▶ _Task objective_
Your task is to repeat exactly the lines below between the line holding "runs on one" and the line holding "rounds over all", inclusive, and only those.

===== Records

#!/usr/bin/env python
"""Benchmark of start-up, per-solve overhead and many states, in CPU time with one BLAS thread.

Every figure is CPU time (time.process_time for work in this process, getrusage(RUSAGE_CHILDREN) for
commands run as child processes), with the wall time beside it, over several runs: min and median.  BLAS
runs on one thread (OMP_NUM_THREADS=1 etc. are set before numpy loads, and the solver pins it anyway).

Calibration: the machine's cost of one Sturm count per grid node (fdsolver.numerics.kernels.sturm_count on
10^6 nodes, ns per node, measured in the same run), so figures from different machines compare.

1. start-up: a bare Python start, `fdsolver --version`, `fdsolver --help`, and a cold `fdsolver solve` of a
   bundled case (numba cache and Python bytecode warm: one untimed run of each command first), printed and written
   to an archive.  Targets: --help and --version < 0.15 s CPU; the cold solve < 0.8 s CPU.  Beside them, the floor
   numba itself sets for any cold start that calls a cached kernel: a script with no fdsolver code that imports
   numba and calls one trivial cached function; the same floor with scipy.linalg kept out of numba's start, as
   fdsolver.compiled does; and (since session 15) the same function made with fdsolver.compiled's njit, which
   also loads it without numba's compile set-up, as fdsolver loads its kernels.  The floor scripts end as the
   fdsolver command does, with gc.freeze() (the shutdown then skips a full garbage collection:
   fdsolver.cli.command_line).
   Every other bundled case that ``solve`` takes is timed the same way (same target), and one invented case of
   each other kind of structure (:data:`OTHER_CASES`: erf in an expression, a harmonic trap, Gaussian traps, a
   sech^2 and a Morse well in atomic units, a nonparabolic material stack).
2. per solve: every bundled case solved warm, each figure over at least :data:`WARM_SOLVES` solves timed one at a
   time (min and median; since session 14, before that over ``--repeat`` solves), and since session 17 over at
   least :data:`WARM_CPU` of CPU (a fast solve is timed a few hundred times) in each of :data:`WARM_ROUNDS`
   rounds over all cases, with the calibration measured again after each round and its least value used (the
   machine's slow stretches last seconds: one case timed in one stretch got 0.67-0.97 ms for the same code in
   four runs of session 17); two ratios are printed: measured CPU / (node-states x Sturm ns
   per node), where node-states = sum over grid levels of (nodes x states found), and measured CPU / the lean
   estimate (node-states x 30 ns at 8 ns per Sturm node, scaled by this machine's Sturm count).  Target for the
   double wells: within 5 times of the lean estimate, about 2 ms.  Beside them, the CPU spent inside fdsolver's
   compiled kernels per solve (from one profiled pass of the same solves: the time inside each numba entry point
   called from Python) and its ratio to the lean estimate: what the solve would cost with no interpreter work at
   all, so the two ratios separate the algorithm's compiled cost from the Python around it; and the CPU of a
   solve of a new potential equal to the case's (a sweep point's cost: nothing remembered), with (since session
   18) its ratio to the lean estimate, timed in the same rounds (as many solves as the case's repeated ones).  A periodic bundled
   case has Bloch bands, not bound states: its warm band study is timed (no node-state ratio: the cell method
   does not count nodes and states that way).
3. many states (skipped with --quick; alone with --many-states): 10, 50, 200, 1000 states of a 1000 nm wide, 6000 meV deep well
   (mass 0.067, invented), and 1000 states of the same well with an off-centre step inside it (no mirror
   symmetry); CPU time, CPU per state, how many converged; a run the budget stopped with states not
   converged is repeated with the memory_mb its note names.  Target: 1000 states converged in < 30 s
   within the default budget, or a plain message naming the setting; cost per state flat from 10 to 1000.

==========

▶ _Answer to the exercise_
runs on one thread (OMP_NUM_THREADS=1 etc. are set before numpy loads, and the solver pins it anyway).

Calibration: the machine's cost of one Sturm count per grid node (fdsolver.numerics.kernels.sturm_count on
10^6 nodes, ns per node, measured in the same run), so figures from different machines compare.

1. start-up: a bare Python start, `fdsolver --version`, `fdsolver --help`, and a cold `fdsolver solve` of a
   bundled case (numba cache and Python bytecode warm: one untimed run of each command first), printed and written
   to an archive.  Targets: --help and --version < 0.15 s CPU; the cold solve < 0.8 s CPU.  Beside them, the floor
   numba itself sets for any cold start that calls a cached kernel: a script with no fdsolver code that imports
   numba and calls one trivial cached function; the same floor with scipy.linalg kept out of numba's start, as
   fdsolver.compiled does; and (since session 15) the same function made with fdsolver.compiled's njit, which
   also loads it without numba's compile set-up, as fdsolver loads its kernels.  The floor scripts end as the
   fdsolver command does, with gc.freeze() (the shutdown then skips a full garbage collection:
   fdsolver.cli.command_line).
   Every other bundled case that ``solve`` takes is timed the same way (same target), and one invented case of
   each other kind of structure (:data:`OTHER_CASES`: erf in an expression, a harmonic trap, Gaussian traps, a
   sech^2 and a Morse well in atomic units, a nonparabolic material stack).
2. per solve: every bundled case solved warm, each figure over at least :data:`WARM_SOLVES` solves timed one at a
   time (min and median; since session 14, before that over ``--repeat`` solves), and since session 17 over at
   least :data:`WARM_CPU` of CPU (a fast solve is timed a few hundred times) in each of :data:`WARM_ROUNDS`
   rounds over all cases, with the calibration measured again after each round and its least value used (the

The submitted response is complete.